What a $5 million Super Bowl ad can buy you in digital media (tl;dr: a lot)


Every year, marketing pundit-types ask themselves the question: “Is the Super Bowl worth it?” And when the price tag is $5 million for 30-seconds of airtime, it’s a pretty good question — especially when you begin wondering what you can get for that money in digital.

Turns out, a lot. On social media and on websites, $5 million can cover, in some cases, your entire budget for the year. We asked ad buyers and platforms what $5 million could get us in lieu of a 30-second TV spot.

One caveat: You may be able to buy more media online, but for every sponsored moment and promoted pin, you’re competing against all the other digital media noise out there. Despite the crazy price tag, it can be argued that in the age of digital, the Super Bowl is actually worth more since it’s one time people can definitively say that their ad was watched.

Be that as it may, here’s what else you could have banged for that same buck.

(See our previous tallies here, here and here.)

Snapchat lenses for a week
At $700,000 a day, you could get up to a week’s worth of Snapchat’s sponsored lenses. The photo-sharing platform charges at a minimum 2 cents-a-view on video ads on Discover, so at a $20 CPM, that’s 250 million impressions.

Over a billion Facebook impressions
According to Laundry Service, at the lowest possible cost-per-view (1 cent) and a $3 per thousand impressions, you could buy 500 million Facebook video views and 1.6 billion impressions. Mobile app install ads cost an average 32-cents cost-per-click on Facebook. At those rates, you could buy 15 million clicks.

Reach every Twitter user 10 times over
Laundry Service’s CEO Jason Stein estimated that you could buy 10 promoted moments, meaning that you could potentially reach every Twitter user 10 times with 3 billion impressions.

What you could potentially put on a New York Times homepage takeover

Take over NYTimes.com for more than two weeks
Ad buyers say it costs about $300,000 to take over the homepage of the New York Times’ website for a day.
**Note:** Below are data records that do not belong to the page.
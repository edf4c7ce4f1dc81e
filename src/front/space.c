/* space.c — electrons, spin and the orbital space of a recipe.
 *
 * From the molecule (atoms + charge + basis, or an FCIDUMP header) and the
 * multiplicity: the electron count, nalpha - nbeta = multiplicity - 1, and the
 * number of orbitals.  Then the `orbitals` block splits the orbitals into core
 * (doubly occupied, folded into the constant), active (the qubit problem) and
 * discarded virtuals:
 *   - `freeze core` freezes the core orbitals of every element (element.h);
 *     `freeze 1 2` names doubly occupied orbitals;
 *   - `active N electrons in M orbitals` makes the (electrons - 2 frozen - N)/2
 *     lowest unfrozen orbitals inactive core too, then takes the next M;
 *   - `active orbitals LIST` takes the listed orbitals; occupied orbitals not
 *     listed become core, so a singly occupied one must be listed.
 * Each impossibility is an error at the statement that causes it.
 */
#include "config.h"

#include "front/resolve.h"
#include "cairn/element.h"
#include "cairn/util.h"

#include <stdlib.h>
#include <string.h>

/* "electron" or "electrons" after a count. */
static const char *el(long n) { return n == 1 ? "electron" : "electrons"; }

/* Where the orbital count comes from, for messages. */
static const char *orbital_source(const rs *c) {
  if (c->r->problem == IR_PROBLEM_INTEGRALS) return "the integrals file";
  return c->r->basis_name ? c->r->basis_name : "the basis file";
}

/* Electrons, multiplicity and orbital count; 0 when they are settled. */
static int molecule(rs *c, int *nalpha, int *nbeta) {
  ir_recipe *r = c->r;
  ast_stmt *atoms = c->one[RS_ATOMS], *ints = c->one[RS_INTEGRALS], *basis = c->one[RS_BASIS];
  ast_stmt *charge = c->one[RS_CHARGE], *mult = c->one[RS_MULT];
  if (atoms && ints) {
    diag_report(c->d, DIAG_ERROR, ints->kw, "a recipe gives either `atoms` with a `basis`, or `integrals`, not both");
    diag_note(c->d, atoms->span, "the atoms are given here");
    return -1;
  }
  if (!atoms && !ints) {
    if (c->use_failed) return -1; /* it may be in the file that could not be read */
    diag_report(c->d, DIAG_ERROR, c->header_span, "the recipe names no molecule");
    diag_help(c->d, "give `atoms { ... }` and `basis NAME`, or `integrals \"file.fcidump\"`");
    return -1;
  }
  int norb, nelec, ms2 = -1;
  if (atoms) {
    r->problem = IR_PROBLEM_ATOMS;
    if (!basis) {
      if (c->use_failed) return -1;
      diag_report(c->d, DIAG_ERROR, atoms->kw, "the atoms need a basis set");
      diag_help(c->d, "add a line such as `basis sto-3g`, or `basis file \"mine.gbs\"`");
      return -1;
    }
    if (!(c->molecule_ok & 1) || (c->molecule_ok & 4) || (!r->basis_name && !r->basis_file)) return -1;
    int zsum = 0;
    for (int a = 0; a < r->natoms; a++) zsum += r->points[0].atoms[a].z;
    nelec = zsum - r->charge;
    if (nelec <= 0) {
      diag_report(c->d, DIAG_ERROR, charge->e[0]->span, "a charge of %d leaves %s electrons", r->charge,
                  nelec == 0 ? "no" : "a negative number of");
      diag_note(c->d, atoms->span, "the atoms have %d %s", zsum, el(zsum));
      return -1;
    }
  } else {
    r->problem = IR_PROBLEM_INTEGRALS;
    /* one point, no atoms: later stages read point 0 */
    r->npoints = 1;
    r->points = xcalloc(1, sizeof *r->points);
    int bad = 0;
    if (r->scan.active) {
      diag_report(c->d, DIAG_ERROR, r->scan.span, "a scan varies atom coordinates, and an integrals file has none");
      diag_note(c->d, ints->span, "the molecule comes from this file");
      bad = 1;
    }
    if (basis) {
      diag_report(c->d, DIAG_ERROR, basis->kw, "`basis` is for atoms; an integrals file has its own orbitals");
      diag_note(c->d, ints->span, "the integrals are read from here");
      bad = 1;
    }
    if (charge) {
      diag_report(c->d, DIAG_ERROR, charge->kw, "`charge` does not apply to an integrals file");
      diag_help(c->d, "the file's header (NELEC) gives the number of electrons");
      bad = 1;
    }
    if (bad || !r->integrals_file || (c->molecule_ok & 4)) return -1;
    if (c->o.fcidump_header(c->o.ctx, r->integrals_file, ints->name, c->d, &norb, &nelec, &ms2) != 0) return -1;
    if (nelec <= 0 || norb <= 0) {
      diag_report(c->d, DIAG_ERROR, ints->name, "the integrals file has %d electrons in %d orbitals", nelec, norb);
      return -1;
    }
  }

  int m = mult ? r->multiplicity : ms2 >= 0 ? ms2 + 1 : 1;
  if (mult && ms2 >= 0 && m - 1 != ms2) {
    diag_report(c->d, DIAG_ERROR, mult->e[0]->span,
                "multiplicity %d means %d unpaired electrons, but the integrals file has MS2=%d", m, m - 1, ms2);
    diag_help(c->d, "remove `multiplicity` (it then follows the file), or write `multiplicity %d`", ms2 + 1);
    return -1;
  }
  int unpaired = m - 1;
  diag_span mspan = mult ? mult->e[0]->span : charge ? charge->span : atoms ? atoms->kw : ints->span;
  if (unpaired > nelec) {
    diag_report(c->d, DIAG_ERROR, mspan, "multiplicity %d needs %d unpaired electrons, but there %s only %d %s",
                m, unpaired, nelec == 1 ? "is" : "are", nelec, el(nelec));
    return -1;
  }
  if ((nelec - unpaired) % 2 != 0) {
    if (mult) {
      diag_report(c->d, DIAG_ERROR, mspan, "multiplicity %d does not fit %d %s", m, nelec, el(nelec));
      diag_note(c->d, DIAG_NOWHERE, "%s electron count needs %s multiplicity (%s)", nelec % 2 ? "an odd" : "an even",
                nelec % 2 ? "an even" : "an odd", nelec % 2 ? "2, 4, ..." : "1, 3, ...");
    } else {
      diag_report(c->d, DIAG_ERROR, mspan, "the molecule has %d %s, an odd number, so it cannot be a singlet",
                  nelec, el(nelec));
      diag_help(c->d, "give its spin: `multiplicity 2` for one unpaired electron");
    }
    return -1;
  }
  r->multiplicity = m;
  r->nelectrons = nelec;
  if (atoms) {
    norb = c->o.count_orbitals(c->o.ctx, r, c->d);
    if (norb < 0) return -1;
  }
  if (nelec > 2 * norb) {
    diag_span at = ints ? ints->name : charge ? charge->span : r->basis_span;
    diag_report(c->d, DIAG_ERROR, at, "%d electrons do not fit in the %d orbitals of %s (room for %d)", nelec, norb,
                orbital_source(c), 2 * norb);
    return -1;
  }
  *nalpha = (nelec + unpaired) / 2;
  *nbeta = (nelec - unpaired) / 2;
  if (*nalpha > norb) {
    diag_report(c->d, DIAG_ERROR, mspan, "multiplicity %d puts %d electrons in spin up, more than the %d orbitals of %s",
                m, *nalpha, norb, orbital_source(c));
    return -1;
  }
  r->orbitals.norbitals = norb;
  return 0;
}

/* Read a list of 1-based orbitals (`1 2 5..7`) into 0-based marks. */
static int orbital_list(rs *c, const ast_ranges *l, int norb, char *mark, const char *what) {
  int ok = 1;
  for (int i = 0; i < l->n; i++) {
    const ast_range *g = &l->v[i];
    long lo, hi;
    if (front_index(c, g->lo, g->bad, &lo)) {
      ok = 0;
      continue;
    }
    hi = lo;
    if (g->hi.file >= 0 && front_index(c, g->hi, g->bad, &hi)) {
      ok = 0;
      continue;
    }
    diag_span at = g->hi.file >= 0 ? ast_join(g->lo, g->hi) : g->lo;
    if (hi < lo) {
      diag_report(c->d, DIAG_ERROR, at, "the range %ld..%ld is empty", lo, hi);
      diag_help(c->d, "write the lower orbital first: `%ld..%ld`", hi, lo);
      ok = 0;
      continue;
    }
    if (lo < 1 || hi > norb) {
      diag_report(c->d, DIAG_ERROR, at, "orbital %ld is out of range: %s gives orbitals 1..%d", lo < 1 ? lo : hi,
                  orbital_source(c), norb);
      ok = 0;
      continue;
    }
    for (long p = lo; p <= hi; p++) {
      if (mark[p - 1]) {
        diag_report(c->d, DIAG_ERROR, at, "orbital %ld is %s twice", p, what);
        ok = 0;
        break;
      }
      mark[p - 1] = 1;
    }
  }
  return ok ? 0 : -1;
}

/* The span of the list entry that holds orbital p (1-based). */
static diag_span list_span(rs *c, const ast_ranges *l, long p) {
  for (int i = 0; i < l->n; i++) {
    long lo, hi;
    if (l->v[i].bad || front_index(c, l->v[i].lo, 0, &lo)) continue;
    hi = lo;
    if (l->v[i].hi.file >= 0 && front_index(c, l->v[i].hi, 0, &hi)) continue;
    if (lo <= p && p <= hi) return l->v[i].hi.file >= 0 ? ast_join(l->v[i].lo, l->v[i].hi) : l->v[i].lo;
  }
  return l->n ? l->v[0].lo : DIAG_NOWHERE;
}

static void take_list(const char *mark, int norb, int **out, int *n) {
  *n = 0;
  for (int p = 0; p < norb; p++) *n += mark[p] != 0;
  *out = xcalloc((size_t)*n + 1, sizeof **out);
  int k = 0;
  for (int p = 0; p < norb; p++)
    if (mark[p]) (*out)[k++] = p;
}

void front_space(rs *c) {
  ir_recipe *r = c->r;
  ir_orbitals *o = &r->orbitals;
  int nalpha, nbeta;
  if (molecule(c, &nalpha, &nbeta)) return;
  int norb = o->norbitals, nelec = r->nelectrons;

  ast_stmt *freeze = NULL, *active = NULL, *ob = c->one[RS_ORBITALS];
  for (int i = 0; ob && i < ob->items.n; i++) {
    ast_stmt *it = ob->items.v[i];
    int is_freeze = it->kind == AST_FREEZE_CORE || it->kind == AST_FREEZE_LIST;
    ast_stmt **slot = is_freeze ? &freeze : &active;
    if (*slot) {
      diag_report(c->d, DIAG_ERROR, it->kw, "`%s` is given twice in the orbitals block", is_freeze ? "freeze" : "active");
      diag_note(c->d, (*slot)->span, "first given here");
      return;
    }
    *slot = it;
  }
  if (ob) c->cur = c->nst;

  char *frozen = xcalloc((size_t)norb, 1), *core = xcalloc((size_t)norb, 1), *act = xcalloc((size_t)norb, 1);
  int ok = 1;
  if (freeze && freeze->kind == AST_FREEZE_CORE) {
    o->freeze = IR_FREEZE_CORE;
    o->freeze_span = freeze->span;
    if (r->problem == IR_PROBLEM_INTEGRALS) {
      diag_report(c->d, DIAG_ERROR, freeze->span, "`freeze core` needs the elements of the molecule, and an integrals file has none");
      diag_help(c->d, "name the orbitals to freeze: `freeze 1 2`");
      ok = 0;
    } else {
      int nf = 0;
      for (int a = 0; a < r->natoms; a++) nf += element_core_orbitals(r->points[0].atoms[a].z);
      if (nf > nbeta) {
        diag_report(c->d, DIAG_ERROR, freeze->span, "`freeze core` would freeze %d orbitals, but only %d are doubly occupied",
                    nf, nbeta);
        ok = 0;
      } else {
        for (int p = 0; p < nf; p++) frozen[p] = 1;
      }
    }
  } else if (freeze) {
    o->freeze = IR_FREEZE_LIST;
    o->freeze_span = freeze->span;
    if (orbital_list(c, &freeze->list, norb, frozen, "frozen")) ok = 0;
    for (int p = 0; p < norb && ok; p++)
      if (frozen[p] && p >= nbeta) {
        diag_report(c->d, DIAG_ERROR, list_span(c, &freeze->list, p + 1), "orbital %d is not doubly occupied, so it cannot be frozen", p + 1);
        if (nbeta > 1) diag_note(c->d, DIAG_NOWHERE, "the doubly occupied orbitals are 1..%d", nbeta);
        else if (nbeta == 1) diag_note(c->d, DIAG_NOWHERE, "only orbital 1 is doubly occupied");
        else diag_note(c->d, DIAG_NOWHERE, "no orbital is doubly occupied");
        ok = 0;
      }
  }
  int nfrozen = 0;
  for (int p = 0; p < norb; p++) nfrozen += frozen[p];
  memcpy(core, frozen, (size_t)norb);
  int unpaired = nalpha - nbeta;

  if (ok && active && active->kind == AST_ACTIVE_COUNT) {
    o->active_kind = IR_ACTIVE_COUNT;
    o->active_span = active->span;
    long ne, no;
    int a = front_eval_int(c, active->e[0], "the number of active electrons", 1, 100000, &ne);
    int b = front_eval_int(c, active->e[1], "the number of active orbitals", 1, 100000, &no);
    int rem = nelec - 2 * nfrozen;
    if (a || b) ok = 0;
    else if (ne > rem) {
      diag_report(c->d, DIAG_ERROR, active->e[0]->span, "the active space asks for %ld %s, but only %d remain%s", ne,
                  el(ne), rem, nfrozen ? " after freezing" : "");
      ok = 0;
    } else if ((rem - ne) % 2) {
      diag_report(c->d, DIAG_ERROR, active->e[0]->span,
                  "%ld active %s leave %ld outside the active space, an odd number", ne, el(ne), rem - ne);
      diag_note(c->d, DIAG_NOWHERE, "electrons outside the active space fill whole orbitals, two at a time");
      ok = 0;
    } else if (ne < unpaired) {
      diag_report(c->d, DIAG_ERROR, active->e[0]->span,
                  "multiplicity %d has %d unpaired electrons; they must all be active, but only %ld are", r->multiplicity,
                  unpaired, ne);
      ok = 0;
    } else if (ne > 2 * no) {
      diag_report(c->d, DIAG_ERROR, active->span, "%ld electrons do not fit in %ld orbitals (room for %ld)", ne, no,
                  2 * no);
      ok = 0;
    } else {
      int ninact = (int)((rem - ne) / 2);
      int p = 0;
      for (int k = 0; k < ninact; p++)
        if (!core[p]) core[p] = 1, k++;
      int need = nfrozen + ninact + (int)no;
      if (need > norb) {
        diag_report(c->d, DIAG_ERROR, active->span,
                    "the active space does not fit: %d core and %ld active orbitals need %d, but %s gives %d", nfrozen + ninact,
                    no, need, orbital_source(c), norb);
        if (nfrozen) diag_note(c->d, o->freeze_span, "%d orbital%s frozen here", nfrozen, nfrozen == 1 ? " is" : "s are");
        ok = 0;
      } else {
        for (int k = 0; k < no; p++)
          if (!core[p]) act[p] = 1, k++;
      }
    }
  } else if (ok && active) {
    o->active_kind = IR_ACTIVE_LIST;
    o->active_span = active->span;
    if (orbital_list(c, &active->list, norb, act, "listed")) ok = 0;
    for (int p = 0; p < norb && ok; p++) {
      if (act[p] && frozen[p]) {
        diag_report(c->d, DIAG_ERROR, list_span(c, &active->list, p + 1), "orbital %d is frozen, so it cannot be active", p + 1);
        diag_note(c->d, o->freeze_span, "frozen here");
        ok = 0;
      } else if (!act[p] && !frozen[p] && p < nalpha) {
        if (p >= nbeta) {
          diag_report(c->d, DIAG_ERROR, active->span, "orbital %d holds an unpaired electron, so it must be active", p + 1);
          diag_help(c->d, "add orbital %d to the list", p + 1);
          ok = 0;
        } else {
          core[p] = 1;
        }
      }
    }
  } else if (ok) {
    o->active_kind = IR_ACTIVE_ALL;
    for (int p = 0; p < norb; p++) act[p] = !frozen[p];
  }

  if (ok) {
    int ncore = 0, nact = 0;
    for (int p = 0; p < norb; p++) ncore += core[p], nact += act[p];
    int ne = nelec - 2 * ncore;
    diag_span at = active ? active->span : freeze ? freeze->span : r->basis_span.file >= 0 ? r->basis_span : r->integrals_span;
    if (nact == 0 || ne <= 0) {
      diag_report(c->d, DIAG_ERROR, at, "the active space holds %s", nact == 0 ? "no orbitals" : "no electrons");
      ok = 0;
    } else if (ne > 2 * nact) {
      diag_report(c->d, DIAG_ERROR, at, "%d active electrons do not fit in %d active orbitals (room for %d)", ne, nact,
                  2 * nact);
      ok = 0;
    } else if (nalpha - ncore > nact) {
      diag_report(c->d, DIAG_ERROR, at, "multiplicity %d puts %d active electrons in spin up, more than the %d active orbitals",
                  r->multiplicity, nalpha - ncore, nact);
      ok = 0;
    } else {
      take_list(core, norb, &o->core, &o->ncore);
      take_list(act, norb, &o->active, &o->nactive);
      o->nelec_active = ne;
      o->nalpha = nalpha - ncore;
      o->nbeta = nbeta - ncore;
      c->qubits = 2 * nact;
    }
  }
  free(frozen);
  free(core);
  free(act);
}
For $5 million, you’d get 16 days of whatever content you want, maybe even Barney and a dumpster fire. You’d reach roughly half of its 70.3 million monthly uniques, per comScore.

2.63 billion display ad impressions
Display ads currently sell for $1.90 per thousand impressions (CPM) in the U.S., according to email marketing company Monetize Pro. So $5 million would get you 2.63 billion impressions.

166 million impressions on Pinterest
At about $30 per thousand impressions, according to ad buyers, you could get 166 million impressions on Pinterest.


2.5 billion Instagram impressions
At a 2-cents-per-view, you could get 250 million views on Instagram. But if you look at the average CPM on Instagram, which is $2, you’ve got yourself 2.5 billion impressions.

A sponsored tweet from a high-profile celebrity or athlete every week for an entire year, including a license to use the content from that post across other social mediums. But you could also get partnership deals with NBA stars like Russell Westbrook, Draymond Green or Anthony Davis, according to Stein.

Five custom emojis on Twitter
Custom emojis on Twitter created for big advertisers like Coke, Spotify and Dove, cost about $1 million, according to buyers. So you could get five of those for the price of a Super Bowl ad. Unfortunately though, Twitter is guaranteeing some sort of exclusivity — so Anheuser-Busch, for example, will be the only alcohol brand to have custom emojis Sunday.

A year’s worth of content for a small brand
Global media network Cycle could produce 20 videos between 60 and 90 seconds; 50 short, 15 second videos; 50 microvideos like Vines or GIFs; 500 photos that could reach potentially 1 billion impressions. (Cycle would also throw in distribution of that content and a measurement study to see how well the content did.)

An agency
One media executive said that for $5 million, he would be able to add about 40 junior staffers to a brand’s account.